うしろに立つ少女の難点?

「うしろに立つ少女」という作品は、「消えた後継者」に比べると好き嫌いの別れる作品であるようです。 
「1」に関しては嫌いという方にはあまりお目にかかることがありませんけれど、「2」についてはファミ探ファンの中からでも受け付けられない部分があるというご意見を度々聞くことがあります。 

そうした方が一様におっしゃるのは「幽霊」というものに対して肯定的なストーリー展開が納得できない、許せない、ということのようです。逆に、この点に対してさしたる違和感を覚えなかった方から「うしろに立つ少女」は好きじゃないというご意見を聞くことはほとんどありません。 

もっとも、これは私の経験談ですので、もちろん実際すべてがそうとは言えませんけれど。 
 

ファミ探は推理物にジャンル分けされる作品のはずですので、やはり現実世界で何かを行うのは生きた人間であるべきでしょう。 
もし推理物で幽霊が何か出来るとすれば、"人をとり殺す"ことさえ可能になってしまい、完全犯罪が成り立つからです。 
うしろの少女はそこまでやったわけではないですが、それでも気になる方には気になる点でしょう。 
 

しかしながら、”幽霊が存在して何かしている”という考え方が、ストーリーを無理なく進める上で役立っている点は無視できません。 
特に小島洋子が一週間足らずで真犯人にたどり着いていることに対しては、ある種の理屈を与えているのではないでしょうか? 
”幽霊がいる”というストーリー展開に理不尽さを覚えられた方は、金田事件を知りすぎていた洋子も、やはり理不尽な存在に見えてしまったということがあるかも知れませんね。 

もちろん、霊界通信抜きの洋子が一週間で真犯人にたどり着いたという考え方は出来ます。幽霊がいるとするより、余程まっとうな考え方でしょう。
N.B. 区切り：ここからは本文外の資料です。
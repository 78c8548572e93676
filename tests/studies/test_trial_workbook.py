"""``procplan trial --xlsx``: the heat-penetration study as a workbook, read back with openpyxl (an
independent xlsx reader). Every number equals the library's, headers carry their units and no identifier
with an underscore, the caution is on the About sheet and in every footer, and the measured lethality on the
Probes sheet agrees with an independent quadrature of the readings on the Curves sheet."""

from __future__ import annotations

import io
import json
import math

import numpy as np
import pytest
from openpyxl import load_workbook

from procplan.caution import CAUTION
from procplan.cli import main
from procplan.files.plan import load_plan
from procplan.model import LethalityCheck
from procplan.studies.logger import clean_logger, read_logger
from procplan.studies.trial_map import load_probe_map
from procplan.studies.trial_workbook import trial_workbook
from procplan.studies.trials import TrialRun, trial_study

from .test_cli_trial import _args, trial  # noqa: F401  (the module's trial fixture)

REF_C, Z_C, REQUIRED_F_MIN = 121.1, 10.0, 0.5
#: Headers of numbers that have no unit (a lag factor, a count, a statistical factor).
UNITLESS = {"heating j", "cooling j"}
UNITLESS_ROWS = {"runs", "probes", "tolerance factor k"}


def _sheets(data: bytes) -> dict[str, list[tuple]]:
    wb = load_workbook(io.BytesIO(data), read_only=False)
    out = {ws.title: [tuple(r) for r in ws.iter_rows(values_only=True)] for ws in wb.worksheets}
    for ws in wb.worksheets[1:]:
        assert ws.oddFooter.center.text == CAUTION, ws.title
    return out


def _columns(rows: list[tuple]) -> dict[str, list]:
    head = rows[0]
    return {h: [r[j] for r in rows[1:]] for j, h in enumerate(head)}


def _quantities(rows: list[tuple]) -> dict[str, tuple]:
    assert rows[0] == ("quantity", "value", "unit")
    return {r[0]: (r[1], r[2]) for r in rows[1:]}


@pytest.fixture(scope="module")
def book(trial, tmp_path_factory):  # noqa: F811
    d, plan_path, files = trial
    out = tmp_path_factory.mktemp("book") / "study.xlsx"
    extra = ["--reference-C", str(REF_C), "--z-C", str(Z_C), "--required-F-min", str(REQUIRED_F_MIN)]
    assert main(_args(trial, "--xlsx", str(out), *extra)) == 0
    runs = [TrialRun(f.name, clean_logger(read_logger(f))) for f in files]
    study = trial_study(
        load_plan(plan_path),
        runs,
        load_probe_map(d / "map.toml"),
        lethality=LethalityCheck(None, REF_C, Z_C, REQUIRED_F_MIN),
    )
    return _sheets(out.read_bytes()), study


def test_sheets_headers_units_and_caution(book):
    sheets, study = book
    assert list(sheets) == [
        "About", "Study", "Runs", "Probes", "Slowest unit", "Factors", "Residuals", "Curves"
    ]  # fmt: skip
    assert any(r[0] == "Caution" and r[1] == CAUTION for r in sheets["About"])
    for name, rows in list(sheets.items())[1:]:
        for row in rows:  # no internal identifier in any header or cell
            assert not any(isinstance(v, str) and "_" in v for v in row), (name, row)
        if rows[0] == ("quantity", "value", "unit"):
            for q, (value, unit) in _quantities(rows).items():
                if isinstance(value, (int, float)) and not isinstance(value, bool) and q not in UNITLESS_ROWS:
                    assert unit, (name, q)
            continue
        for h, values in _columns(rows).items():
            numeric = any(isinstance(v, (int, float)) and not isinstance(v, bool) for v in values)
            if numeric and h not in UNITLESS:
                assert h.endswith("]") and "[" in h, (name, h)


def test_numbers_equal_the_library(book):
    sheets, study = book
    probes = _columns(sheets["Probes"])
    assert probes["measured lethality F [min]"] == pytest.approx([p.F_min for p in study.probes], rel=1e-12)
    slowest = [
        (r, c)
        for r, c, s in zip(probes["run"], probes["probe"], probes["slowest across runs"], strict=True)
        if s == "yes"
    ]
    assert slowest == [(study.slowest_run, study.slowest_channel)]
    assert sum(v == "yes" for v in probes["slowest in its run"]) == len(study.runs)

    runs = _columns(sheets["Runs"])
    assert runs["slowest probe"] == [r.slowest for r in study.runs]
    assert runs["come-up time [min]"] == pytest.approx(
        [None if r.come_up_s is None else r.come_up_s / 60.0 for r in study.runs]
    )
    assert runs["slowest probe's lethality F [min]"] == pytest.approx(
        [p.F_min for p in study.slowest_per_run()]
    )

    unit = _quantities(sheets["Slowest unit"])
    b = study.bound
    assert unit["lower tolerance bound of F"] == (pytest.approx(b.lower, rel=1e-12), "min")
    assert unit["mean lethality F"][0] == pytest.approx(b.mean) and unit["tolerance factor k"][
        0
    ] == pytest.approx(b.k)
    assert unit["proportion of units covered"] == (pytest.approx(b.proportion * 100), "%")

    factors = _columns(sheets["Factors"])
    assert factors["heating f [min]"] == pytest.approx([p.heating.f_min for p in study.probes])
    assert factors["heating j"] == pytest.approx([p.heating.j for p in study.probes])
    assert factors["cooling f [min]"] == pytest.approx([p.cooling.f_min for p in study.probes])
    assert factors["formula-method time from the step start [min]"] == pytest.approx(
        [p.formula.from_start_min for p in study.probes]
    )
    res = _columns(sheets["Residuals"])
    assert res["RMS residual [K]"] == pytest.approx([p.rmse_K for p in study.probes])

    study_rows = _quantities(sheets["Study"])
    assert study_rows["verdict"][0] == study.verdict
    assert study_rows["required lethality F"] == (REQUIRED_F_MIN, "min")


def test_curves_give_the_measured_lethality_by_an_independent_quadrature(book):
    # Source: Bigelow et al. (1920), Heat penetration in processing canned foods, NCA Bulletin 16-L — the
    # general method F = ∫ 10^((T − T_ref)/z) dt over the measured curve. The library integrates each
    # segment between readings exactly for a linear temperature; the trapezoid rule on the same readings
    # over-estimates a convex integrand, so it must lie at or above the library's F and, at one-minute
    # readings, within 2 % of it (the segments' temperature steps stay below a few kelvin where F is gained).
    sheets, study = book
    curves = _columns(sheets["Curves"])
    run, probe = np.array(curves["run"]), np.array(curves["probe"])
    t_min = np.array(curves["time from the step start [min]"], float)
    temp = np.array(curves["measured [°C]"], float)
    for p in study.probes:
        sel = (run == p.run) & (probe == p.channel)
        rate = 10.0 ** ((temp[sel] - REF_C) / Z_C)
        trapezoid = float(np.sum(0.5 * (rate[1:] + rate[:-1]) * np.diff(t_min[sel])))
        assert p.F_min <= trapezoid * (1 + 1e-9) and trapezoid <= 1.02 * p.F_min, (
            p.channel,
            trapezoid,
            p.F_min,
        )
        measured = np.array(curves["measured [°C]"], float)[sel]
        assert np.allclose(measured, p.curve["measured_C"].to_numpy())
    residual = np.array(curves["residual, measurement minus prediction [K]"], float)
    predicted = np.array(curves["predicted by the plan [°C]"], float)
    ok = np.isfinite(residual)
    assert ok.any() and np.allclose(residual[ok], temp[ok] - predicted[ok])


def test_without_requirement_or_prediction_the_sheets_say_none(trial):  # noqa: F811
    d, plan_path, files = trial
    plan = load_plan(plan_path)
    runs = [TrialRun(f.name, clean_logger(read_logger(f))) for f in files[:1]]
    study = trial_study(plan, runs, load_probe_map(d / "map.toml"), predict=False)
    sheets = _sheets(trial_workbook(study))
    assert "Residuals" not in sheets
    unit = _quantities(sheets["Slowest unit"])
    assert unit["tolerance bound"][0].startswith("none")
    assert all(math.isfinite(v) for v in _columns(sheets["Probes"])["measured lethality F [min]"])


def test_xlsx_refuses_standard_output_with_json_and_an_input(trial, capsys):  # noqa: F811
    d, plan_path, files = trial
    assert main(_args(trial, "--json", "--xlsx", "-", "--no-prediction")) == 2
    assert main(_args(trial, "--xlsx", str(files[0]), "--force", "--no-prediction")) == 2
    assert "--xlsx" in capsys.readouterr().err


def test_json_still_carries_the_same_bound(trial, capsys):  # noqa: F811
    # The JSON and the workbook come from the same study: the bound agrees.
    d, plan_path, files = trial
    assert main(_args(trial, "--json", "--no-prediction")) == 0
    out = json.loads(capsys.readouterr().out)
    runs = [TrialRun(f.name, clean_logger(read_logger(f))) for f in files]
    study = trial_study(load_plan(plan_path), runs, load_probe_map(d / "map.toml"), predict=False)
    unit = _quantities(_sheets(trial_workbook(study))["Slowest unit"])
    assert unit["lower tolerance bound of F"][0] == pytest.approx(out["slowest_unit"]["lower_bound_F_min"])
ただし、この場合は丑美津警察辺りが無能者として吊るし上げにされるかもしれませんが…… 



幽霊がいることと、女子高生が時効目前の殺人事件を短期間で解決してしまったこと、どちらにより理不尽さを感じるか……どちらにも納得が行かない方には、「うしろに立つ少女」はなかなか感情移入の難しい作品でしょうね。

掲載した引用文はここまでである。